Consider the following pairs of statements:
"I see what I interpret as a chair" vs. "I see a chair."
"This chair can be interpreted as a set of atoms" vs. "This chair is a set of atoms."
"This set of atoms can be interpreted as a chair" vs. "This set of atoms is a chair."
"The universe can be interpreted as a mathematical structure" vs "The universe is a mathematical structure."
"The mind can be interpreted as a pattern of neural activity" vs "The mind is a pattern of neural activity."
"The group of rotations of a cube is isomorphic to S_4" vs "The group of rotations of a cube is S_4."
Let us consider in particular the last of these sentences, about the group of rotations of a cube. It's quite common in mathematics to speak this way. When we have shown two structures are isomorphic, this means that theorems (of a certain kind) that we deduce about one of the structures can be directly translated into theorems about the other structure, and vice versa. A mathematician thus will casually refer to the two structures as "the same," even though technically there is a difference in how the structures are defined. They are the same for his purposes.

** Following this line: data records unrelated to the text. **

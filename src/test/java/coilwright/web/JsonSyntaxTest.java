package coilwright.web;

import static org.junit.jupiter.api.Assertions.assertEquals;
import static org.junit.jupiter.api.Assertions.assertFalse;
import static org.junit.jupiter.api.Assertions.assertThrows;
import static org.junit.jupiter.api.Assertions.assertTrue;

import java.util.List;
import org.junit.jupiter.params.ParameterizedTest;
import org.junit.jupiter.params.provider.CsvSource;
import org.junit.jupiter.api.Test;

/** Malformed request bodies are described in our own words: where, in which value, and what was expected. */
class JsonSyntaxTest {
    /** Words of the parser library that must never reach a client. */
    private static final List<String> LIBRARY_WORDS = List.of("JsonReadFeature", "StreamReadFeature", "FAIL_ON",
            "ALLOW_", "com.fasterxml", "jackson", "Exception", "enable `", "(code ", "JsonToken", "Source:", "REDACTED");

    private final JsonSyntax syntax = new JsonSyntax(Json.mapper());

    private MalformedJsonException refused(String json) {
        return assertThrows(MalformedJsonException.class, () -> syntax.parse(json));
    }

    private static void assertOurWords(String message) {
        for (String word : LIBRARY_WORDS) {
            assertFalse(message.contains(word), "'" + word + "' in: " + message);
        }
    }

    @Test
    void a_bare_NaN_is_named_as_not_a_number_with_its_place_and_path() {
        MalformedJsonException e = refused("{\"alternator\": {\"winding\": {\"slots\": NaN}}}");
        // column 38 is the N of NaN
        assertEquals("Malformed JSON at line 1, column 38 (in alternator.winding.slots): not a number: use a finite decimal.",
                e.getMessage());
        assertEquals("alternator.winding.slots", e.path());
        assertEquals(1, e.line());
    }

    @ParameterizedTest
    @CsvSource(delimiter = '|', value = {
            "{\"a\": Infinity}",
            "{\"a\": -Infinity}",
            "{\"a\": [1, 2, NaN]}"})
    void every_non_numeric_token_gets_the_same_words(String json) {
        MalformedJsonException e = refused(json);
        assertTrue(e.getMessage().endsWith(": not a number: use a finite decimal."), e.getMessage());
        assertOurWords(e.getMessage());
    }

    @Test
    void an_array_element_is_named_by_its_index() {
        assertEquals("stator.coils[1].turns", refused("{\"stator\": {\"coils\": [{\"turns\": 1}, {\"turns\": NaN}]}}").path());
    }

    @ParameterizedTest
    @CsvSource(delimiter = '|', value = {
            "{\"a\": 1} {\"b\": 2}                 | expected the end of the body after the JSON value, found more text",
            "{\"a\": 1,}                           | expected a field name in double quotes",
            "{a: 1}                                | expected a field name in double quotes",
            "{\"a\" 1}                             | expected ':' between a field name and its value",
            "{\"a\": 1 \"b\": 2}                   | expected ',' before the next field or '}' to close the object",
            "[1 2]                                 | expected ',' before the next element or ']' to close the array",
            "{\"a\": {\"b\": 1}                    | the body ends before the JSON value is complete",
            "{\"a\": 1, \"a\": 2}                  | a field appears twice in the same object",
            "{\"a\": 007}                          | a number must not start with 0",
            "{\"a\": tru}                          | expected a value: a number, a string in double quotes, true, false, null, an object or an array; found 'tru'",
            "{\"a\": }                             | expected a value",
            "{\"a\": [1, 2}                        | a closing bracket does not match the opening one"})
    void says_what_was_expected_in_its_own_words(String json, String expected) {
        MalformedJsonException e = refused(json);
        assertTrue(e.getMessage().startsWith("Malformed JSON at line 1, column "), e.getMessage());
        assertTrue(e.getMessage().contains(expected), e.getMessage());
        assertOurWords(e.getMessage());
    }

    @Test
    void a_raw_line_break_in_a_string_is_named_on_its_line() {
        MalformedJsonException e = refused("{\"title\": \"two\nlines\"}");
        assertTrue(e.getMessage().contains("a string may not hold a raw line break"), e.getMessage());
        assertOurWords(e.getMessage());
    }

    @Test
    void the_line_and_column_point_into_a_multi_line_body() {
        MalformedJsonException e = refused("{\"slots\": 12,\n \"poles\": }");
        assertEquals(2, e.line());
        assertTrue(e.column() > 1);
        assertTrue(e.getMessage().startsWith("Malformed JSON at line 2, column "), e.getMessage());
    }

    @Test
    void an_empty_body_is_named_as_such() {
        assertEquals("The request body is empty: a JSON object is required.", refused(" ").getMessage());
    }

    @Test
    void a_well_formed_body_parses() {
        assertEquals(12, syntax.parse("{\"slots\": 12}").get("slots").intValue());
    }
}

An isomorphism in mathematics is a kind of rigorous interpretation; we look at one structure and interpret it as a second one. And from then on we can treat them interchangeably, and comfortably refer to them as the same structure, as long as we restrict ourselves to propositions of a certain kind that can be "translated across" the interpretation in either direction.
The other statement pairs listed above are similar to the statement pair about S_4. In each case, there is an object, and an interpretation of the object, so that statements of a certain kind made about the object translate into statements of a certain kind about the interpretation, and statements of that kind made about the interpretation translate back into statements about the object.
So, is it reasonable to say that the statements in each pair are equivalent? In other words, to use the word "is" in a manner that does not denote exact equality (whatever that is), but that denotes equivalence of structure with respect to a certain class of statements?